Twelve hours later the patient's leg was worse, with spread above the knee. Blood cultures grew group A streptococcus, and there was laboratory evidence of disseminated intravascular coagulation. The patient's hemodynamic status improved overnight, and a decision was made to amputate the leg above the knee. We thought that to perform debridement and possibly fasciectomy and myectomy in this immunosuppressed patient was to invite secondary infection. One day after operation, the patient was much improved. His blood pressure was normal, and the stump looked healthy. Despite persistent hypoalbuminemia (1.6 g per deciliter) and acute pulmonary congestion 10 days after amputation, the patient is feeling stronger every day. Histopathological examination of the amputated leg revealed large numbers of gram-positive cocci, separation between the epidermis and the dermis, severely edematous fascia, widespread myolysis, and small-vessel thrombi. We hope that our patient will recover fully and succeed in a rehabilitation program in the near future. The Clinical Problem-Solving article and the reading it generated made a very difficult decision easier for us, and the Journal thus served one of its primary purposes.

Asher Korzets, M.B., B.S.
Eytan Cohen, M.D.
Izhar Zahavi, M.D.
Hasharon Hospital, Petah-Tiqva 49372, Israel

Author/Editor Response

Dr. Thibault replies:

To the Editor: Dr.
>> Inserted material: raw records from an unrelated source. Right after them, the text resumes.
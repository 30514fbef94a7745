import { sql } from "kysely";
import type { Executor } from "../schema";


export interface OutgoingMail {
  kind: string;
  refId?: string | null;
  to: string;
  subject: string;
  text: string;
  html?: string | null;
}

/** Queue one message; call it inside the transaction that makes the message true (an invitation, a comment). */
export async function insertOutboxMail(db: Executor, m: OutgoingMail) {
  return db
    .insertInto("mail_outbox")
    .values({ kind: m.kind, ref_id: m.refId ?? null, to_address: m.to, subject: m.subject, text_body: m.text, html_body: m.html ?? null })
    .returning(["id"])
    .executeTakeFirstOrThrow();
}

export interface PendingMail {
  id: string;
  kind: string;
  refId: string | null;
  to: string;
  subject: string;
  text: string;
  html: string | null;
  attempts: number;
}

/** A message still waiting to be sent (the mail job's handler reads it; null once sent or failed). */
export async function findPendingMail(db: Executor, id: string): Promise<PendingMail | undefined> {
  return db
    .selectFrom("mail_outbox")
    .select(["id", "kind", "ref_id as refId", "to_address as to", "subject", "text_body as text", "html_body as html", "attempts"])
    .where("id", "=", id)
    .where("status", "=", "pending")
    .executeTakeFirst();
}

/** Pending messages (a worker re-submits their jobs at start; the job id is the message id, so no repeats). */
export async function pendingMailIds(db: Executor, limit = 1000): Promise<string[]> {
  const rows = await db.selectFrom("mail_outbox").select("id").where("status", "=", "pending").orderBy("created_at").limit(limit).execute();
  return rows.map((r) => r.id);
}

/**
 * A delivered message. Its body is blanked: an invitation's body carries the only copy of its token,
 * which must not sit readable in the database once the recipient has it.
 */
export async function markMailSent(db: Executor, id: string) {
  await db
    .updateTable("mail_outbox")
    .set({ status: "sent", sent_at: sql`now()`, attempts: sql`attempts + 1`, last_error: null, text_body: "", html_body: null })
    .where("id", "=", id)
    .execute();
}

/** A failed attempt: the queue retries after at least `retryInS`, or give up (status failed) when `retryInS` is null. */
export async function markMailAttemptFailed(db: Executor, id: string, error: string, retryInS: number | null) {
  await db
    .updateTable("mail_outbox")
    .set({
      attempts: sql`attempts + 1`,
      last_error: error.slice(0, 500),
      status: retryInS === null ? "failed" : "pending",
      next_attempt_at: retryInS === null ? sql`now()` : sql`now() + make_interval(secs => ${retryInS})`,
      ...(retryInS === null ? { text_body: "", html_body: null } : {}),
    })
    .where("id", "=", id)
    .where("status", "=", "pending")
    .execute();
}

/** Withdraw unsent messages about something that no longer holds (a revoked invitation). */
export async function cancelPendingMail(db: Executor, kind: string, refId: string, reason: string) {
  await db
    .updateTable("mail_outbox")
    .set({ status: "failed", last_error: reason, text_body: "", html_body: null })
    .where("kind", "=", kind)
    .where("ref_id", "=", refId)
    .where("status", "=", "pending")
    .execute();
}

/**
 * An invitation e-mail still waiting (the mail server was down) whose invitation was accepted, withdrawn or
 * has expired in the meantime would only deliver a dead link: it is marked failed with the reason instead.
 */
export async function cancelStaleInvitationMail(db: Executor, onlyId?: string) {
  await sql`
    update mail_outbox m set status = 'failed', text_body = '', html_body = null,
      last_error = case when i.accepted_at is not null then 'Invitation already accepted; not sent.'
                        when i.revoked_at is not null then 'Invitation withdrawn before it was sent.'
                        else 'Invitation expired before it could be sent.' end
    from invitations i
    where m.kind = 'invitation' and m.status = 'pending' and m.ref_id = i.id::text
      and (i.accepted_at is not null or i.revoked_at is not null or i.expires_at <= now())
      and (${onlyId ?? null}::uuid is null or m.id = ${onlyId ?? null}::uuid)`.execute(db);
}

/** Delivery state only (never the body) of the messages about these references. */
export async function mailStatusByRef(db: Executor, kind: string, refIds: string[]) {
  if (refIds.length === 0) return [];
  return db
    .selectFrom("mail_outbox")
    .select([
      "id",
      "ref_id as refId",
      "status",
      "attempts",
      "last_error as lastError",
      "next_attempt_at as nextAttemptAt",
      "sent_at as sentAt",
      "created_at as createdAt",
    ])
    .where("kind", "=", kind)
    .where("ref_id", "in", refIds)
    .orderBy("created_at", "desc")
    .execute();
}

export async function findOutboxStatus(db: Executor, id: string) {
  return db
    .selectFrom("mail_outbox")
    .select(["id", "status", "attempts", "last_error as lastError", "next_attempt_at as nextAttemptAt", "sent_at as sentAt"])
    .where("id", "=", id)
    .executeTakeFirst();
}

/** Empty the bodies of messages that are no longer pending; returns how many. */
export async function clearFinishedMailBodies(db: Executor): Promise<number> {
  const r = await db
    .updateTable("mail_outbox")
    .set({ text_body: "", html_body: null })
    .where("status", "<>", "pending")
    .where((eb) => eb.or([eb("text_body", "<>", ""), eb("html_body", "is not", null)]))
    .executeTakeFirst();
  return Number(r.numUpdatedRows);
}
Kaufman makes pertinent observations about the management of necrotizing fasciitis of the lower extremity. MRI was not available in the institution where the patient was cared for, and his condition was deemed too unstable to allow transfer. By the time of surgery the necrotic area had extended above the knee; hence, a higher level of amputation was required. The point raised by Dr. Kaufman is that the sooner a diagnosis is made in the course of an illness, the better the surgical result -- both in terms of mortality and preservation of function.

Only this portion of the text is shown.